From the FDA Drug Label

Table 17 XELODA Dose Calculation According to Body Surface Area Dose Level 1250 mg/m2 Twice a Day Number of Tablets to be Taken at Each Dose (Morning and Evening) Surface Area (m2) Total Daily Dose* (mg) 150 mg 500 mg

  • Total Daily Dose divided by 2 to allow equal morning and evening doses ≤ 1.25 3000 3 1.26-1.37 3300 3 1.38-1.51 3600 2 1.52-1.65 4000 4 1.66-1.77 4300 4 1.78-1.91 4600 2 1.92-2.05 5000 5 2.06-2.17 5300 5 ≥ 2.18 5600 5

For a body surface area of 1.50 m2, the total daily dose is 3600 mg. To calculate the dose when reduced by 25%, we need to calculate 75% of the original dose. So, 75% of 3600 mg is 2700 mg. The dose of capecitabine when reduced by 25% for a body surface area of 1.50 m2 is 2700 mg per day, or 1350 mg twice daily 2.

From the Research

Capecitabine Dosing

  • The standard dosing of capecitabine is based on body surface area (BSA) 3, 4, 5, 6.
  • A dose reduction of 25% for a patient with a BSA of 1.50 m² would depend on the initial dose, which is typically 1250 mg/m² twice daily 3, 6.
  • Assuming an initial dose of 1250 mg/m² twice daily, the total daily dose would be 2500 mg/m², and for a BSA of 1.50 m², the dose would be 2500 mg/m² * 1.50 m² = 3750 mg/day 3, 6.
  • A 25% reduction in this dose would be 3750 mg/day * 0.25 = 937.5 mg/day, resulting in a reduced total daily dose of 3750 mg/day - 937.5 mg/day = 2812.5 mg/day 3, 6.
  • This reduced dose would be approximately 1875 mg twice daily 3, 6.
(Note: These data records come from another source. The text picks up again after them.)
def child_tag_sjoin(a: dict[str, Any]) -> dict[str, Any]:
    import geopandas as gpd

    net, base = _tag_inputs(a)
    edges = base[["geometry"]].reset_index(drop=True)
    t = time.perf_counter()
    hits = {}
    for c in net.profile.categories:
        src = net.sources[net.sources["category"] == c.name]
        if len(src) == 0:
            hits[c.name] = 0
            continue
        buf = gpd.GeoDataFrame(geometry=src.geometry.buffer(c.radius_m), crs=src.crs)
        j = gpd.sjoin(edges, buf, predicate="intersects", how="inner")
        hits[c.name] = int(j.index.nunique())
    secs = time.perf_counter() - t
    return {"edges": len(edges), "timed": secs, "edges_within_radius": hits}


def child_tag_dask(a: dict[str, Any]) -> dict[str, Any]:
    from routerisk import parallel as partition
    from routerisk.network import tagging

    net, base = _tag_inputs(a)
    with partition.cluster(workers=2) as client:
        t = time.perf_counter()
        out = partition.tag_partitioned(
            base, net.sources, net.crossings, net.profile, client=client
        )
        secs = time.perf_counter() - t
        workers = client.run(peak_mib)
    # the peak of the partitioned run itself, before the single-machine check below
    peak = peak_mib()
    single = tagging.tag_edges(base, net.sources, net.crossings, net.profile)
    cols = [
        c for c in single.columns if c.startswith(("exp_", "infl_", "rule_")) or c == "crossings"
    ]
    same = all(
        __import__("numpy").array_equal(single[c].to_numpy(), out[c].to_numpy()) for c in cols
    )
    return {
        "edges": len(out),
        "timed": secs,
        "tiles": partition.last_tile_count(),
        "identical_to_single_machine": bool(same),
        "peak_mib": peak,
        "worker_peak_mib": [v for _, v in sorted(workers.items())],
    }


def child_load_network(a: dict[str, Any]) -> dict[str, Any]:
    t = time.perf_counter()
    from routerisk.network.folder import load_network

    t_imp = time.perf_counter() - t
    t = time.perf_counter()
    net = load_network(a["net"])
    return {"edges": len(net.edges), "timed": time.perf_counter() - t, "import_s": t_imp}


def child_graph(a: dict[str, Any]) -> dict[str, Any]:
    net = _net(a["net"])
    t = time.perf_counter()
    G = net.graph
    return {"edges": G.number_of_edges(), "timed": time.perf_counter() - t}


def child_graph_osmnx(a: dict[str, Any]) -> dict[str, Any]:
    import osmnx as ox

    net = _net(a["net"])
    t = time.perf_counter()
    G = ox.convert.graph_from_gdfs(
        net.nodes, net.edges, graph_attrs={"crs": net.edges.crs.to_string()}
    )
    return {"edges": G.number_of_edges(), "timed": time.perf_counter() - t}


def child_routes(a: dict[str, Any]) -> dict[str, Any]:
    """Pick ``routes`` routes of about ``route_km``: shortest-length paths between node pairs."""
    import numpy as np
    from scipy.sparse import csr_matrix
    from scipy.sparse.csgraph import dijkstra

    net = _net(a["net"])
    e = net.edges
    u = e.index.get_level_values(0).to_numpy()
    v = e.index.get_level_values(1).to_numpy()
    k = e.index.get_level_values(2).to_numpy()
    ids = np.unique(np.concatenate([u, v]))
    s, d = np.searchsorted(ids, u), np.searchsorted(ids, v)
    w = e["length"].to_numpy(dtype=float)
    order = np.lexsort((w, d, s))
    first = np.ones(len(order), dtype=bool)
    first[1:] = (s[order][1:] != s[order][:-1]) | (d[order][1:] != d[order][:-1])
    keep = order[first]
    mat = csr_matrix((np.maximum(w[keep], 1e-9), (s[keep], d[keep])), shape=(len(ids),) * 2)
    row = {(int(a_), int(b_)): int(r) for a_, b_, r in zip(s[keep], d[keep], keep, strict=True)}
    rng = np.random.default_rng(7)
    routes: list[dict[str, Any]] = []
    want = int(a["routes"])
    route_m = float(a.get("route_km", ROUTE_KM)) * 1000
    tries = 0
    while len(routes) < want and tries < 400:
        tries += 1
        o = int(rng.integers(len(ids)))
        dist, pred = dijkstra(mat, indices=o, return_predecessors=True)
        near = np.flatnonzero((dist > 0.9 * route_m) & (dist < 1.1 * route_m))
        if len(near) == 0:
            continue
        for t_ in rng.choice(near, size=min(25, len(near)), replace=False).tolist():
            path = [t_]
            while path[-1] != o:
                path.append(int(pred[path[-1]]))
            path.reverse()
            rows = [row[(p, q)] for p, q in zip(path[:-1], path[1:], strict=True)]
            routes.append(
                {
                    "origin": int(ids[o]),
                    "target": int(ids[t_]),
                    "edges": [[int(u[r]), int(v[r]), int(k[r])] for r in rows],
                }
            )
            if len(routes) == want:
                break
    Path(a["routes_file"]).write_text(json.dumps(routes))
    km = [
        sum(
            float(w[row[(int(np.searchsorted(ids, x[0])), int(np.searchsorted(ids, x[1])))]])
            for x in r["edges"]
        )
        / 1000
        for r in routes[:50]
    ]
    return {"routes": len(routes), "mean_km_first50": float(np.mean(km)) if km else None}


def child_routes_long(a: dict[str, Any]) -> dict[str, Any]:
    """Pick the long routes for ``suggest_long`` (about three times the usual length)."""
    return child_routes(
        {
            **a,
            "routes": a["suggest"],
            "route_km": LONG_ROUTE_KM,
            "routes_file": a["long_routes_file"],
        }
    )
Considerations for Dose Reduction

  • Dose reductions due to adverse events were required in 16 patients (29%) in one study, with multiple reductions in five patients (9%) 6.
  • Predictors of early grade ≥ 3 toxicity included renal function, body surface area (BSA), age, and elevated pre-treatment uracil concentrations 5.
  • Fixed-dose capecitabine has been shown to be feasible and simplify dosing, with similar efficacy and safety compared to BSA-based dosing 4, 6.

Professional Medical Disclaimer

This information is intended for healthcare professionals. Any medical decision-making should rely on clinical judgment and independently verified information. The content provided herein does not replace professional discretion and should be considered supplementary to established clinical guidelines. Healthcare providers should verify all information against primary literature and current practice standards before application in patient care. Dr.Oracle assumes no liability for clinical decisions based on this content.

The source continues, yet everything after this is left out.